February 1, 2021 at 1:47 pm
Rewriting it using the temp table is an option I did consider but was hoping for one of those “a ha” moments ??
The execution plan is not that bad and the largest table involved is about 8,000,000 rows, and a couple others that have a couple of million but nothing crazy.
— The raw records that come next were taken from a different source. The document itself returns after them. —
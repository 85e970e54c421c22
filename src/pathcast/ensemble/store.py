"""Member results on disk: DIR/members/<sha256 of the member's fully resolved scenario>.json, each written atomically
(temporary file in the same folder, then ``os.replace``) the moment the member finishes, so an interrupted run leaves
only whole files and a re-run skips what is done.

Temporary files and folders are named ``.<name>.tmp-<process id>-<random>`` (:func:`temporary_name`), so that
:func:`remove_leftovers` can delete, at the start of the next write to the same folder, what a killed process left
behind -- and only that: an entry whose process still runs is left alone."""

from __future__ import annotations

import json
import os
import re
import shutil
import tempfile
from pathlib import Path
from typing import Any

import numpy as np

from ..results.folders import process_alive

__all__ = [
    "MemberStore",
    "write_json_atomic",
    "write_atomic",
    "temporary_prefix",
    "is_temporary",
    "remove_leftovers",
]

_TEMPORARY = re.compile(r"^\.(?P<name>.+)\.tmp-(?P<pid>\d+)-[A-Za-z0-9_]+$")


def temporary_prefix(name: str) -> str:
    """The start of a temporary entry's name for ``name`` (``tempfile`` adds the random end)."""
    return f".{name}.tmp-{os.getpid()}-"


def is_temporary(name: str) -> bool:
    """Is ``name`` that of a temporary file or folder of :func:`write_atomic` or the outputs' staging folder?"""
    return _TEMPORARY.match(name) is not None


def remove_leftovers(folder: Path) -> list[Path]:
    """Delete the temporary files and folders in ``folder`` that a process no longer running left behind; return
    what was removed."""
    folder = Path(folder)
    removed: list[Path] = []
    if not folder.is_dir():
        return removed
    for entry in folder.iterdir():
        match = _TEMPORARY.match(entry.name)
        if match is None or process_alive(int(match["pid"])):
            continue
        if entry.is_dir() and not entry.is_symlink():
            shutil.rmtree(entry, ignore_errors=True)
        else:
            entry.unlink(missing_ok=True)
        removed.append(entry)
    return removed


def _default(value: Any) -> Any:
    if isinstance(value, np.ndarray):
        return value.tolist()
    if hasattr(value, "item"):
        return value.item()
    return str(value)


def write_atomic(path: Path, write) -> Path:
    """Call ``write(temporary_path)`` for a temporary file beside ``path``, then ``os.replace`` it into place (atomic
    on POSIX); the temporary file is removed on failure."""
    path = Path(path)
    path.parent.mkdir(parents=True, exist_ok=True)
    handle, tmp = tempfile.mkstemp(prefix=temporary_prefix(path.name), dir=path.parent)
    os.close(handle)
    try:
        write(tmp)
        os.chmod(tmp, 0o644)  # mkstemp makes it private; results are for reading
        os.replace(tmp, path)
    except BaseException:
        Path(tmp).unlink(missing_ok=True)
        raise
    return path


def write_json_atomic(path: Path, data: Any) -> Path:
    """Write JSON to ``path`` through a temporary file in the same folder and ``os.replace`` (atomic on POSIX)."""

    def write(tmp: str) -> None:
        with open(tmp, "w", encoding="utf-8") as out:
            json.dump(data, out, indent=1, default=_default)
            out.flush()
            os.fsync(out.fileno())

    return write_atomic(path, write)


class MemberStore:
    """DIR/members/<hash>.json and DIR/basis/<hash>.npz. Reading never writes; :meth:`remove_leftovers` clears what
    interrupted writes left (called by the runner once it is about to write)."""

    def __init__(self, folder: Path):
        self.folder = Path(folder) / "members"

    def remove_leftovers(self) -> list[Path]:
        return remove_leftovers(self.folder) + remove_leftovers(self.folder.parent / "basis")

    def path(self, digest: str) -> Path:
        return self.folder / f"{digest}.json"

    def get(self, digest: str) -> dict | None:
        path = self.path(digest)
        if not path.is_file():
            return None
        try:
            return json.loads(path.read_text(encoding="utf-8"))
        except (json.JSONDecodeError, OSError):
            return None  # unreadable: treat as not done (it is solved again)

    def done(self, digest: str, *, retry_failed: bool = False) -> bool:
        """True when the member need not be solved again: solved, or failed for a reason that would recur (a
        PathcastError: invalid member, infeasible, solver status) unless ``retry_failed``."""
        record = self.get(digest)
        if record is None:
            return False
        if record.get("status") == "solved":
            return True
        return not retry_failed and bool(record.get("error", {}).get("deterministic"))

    def put(self, record: dict) -> Path:
        return write_json_atomic(self.path(record["hash"]), record)

    def save_basis(self, digest: str, basis: tuple[np.ndarray, np.ndarray]) -> Path:
        target = Path(self.folder).parent / "basis" / f"{digest}.npz"
        target.parent.mkdir(parents=True, exist_ok=True)
        handle, tmp = tempfile.mkstemp(prefix=temporary_prefix(target.name), dir=target.parent)
        try:
            with os.fdopen(handle, "wb") as out:
                np.savez(out, col_status=basis[0], row_status=basis[1])
            os.replace(tmp, target)
        except BaseException:
            Path(tmp).unlink(missing_ok=True)
            raise
        return target

    def load_basis(self, digest: str) -> tuple[np.ndarray, np.ndarray] | None:
        target = Path(self.folder).parent / "basis" / f"{digest}.npz"
        if not target.is_file():
            return None
        try:
            with np.load(target) as data:
                return data["col_status"].astype(np.int8), data["row_status"].astype(np.int8)
        except (OSError, ValueError, KeyError):
            return None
Mostly index seeks, a few scans (but the cost is small and only some of the smaller tables)
Any idea on why it would pull back 99% (33975) of the rows in about 15 seconds but the final few records (let’s say 5 rows) can take several minutes?
______________________________________________________________________________Never argue with an idiot; Theyll drag you down to their level and beat you with experience
February 27, 2021 at 7:57 am
This was removed by the editor as SPAM
February 27, 2021 at 6:35 pm
Rewriting it using the temp table is an option I did consider but was hoping for one of those “a ha” moments ??
The "a ha" moment is in 2nd code snippet that DesNorton posted. Have you even tried it?
--Jeff Moden
Change is inevitable... Change for the better is not.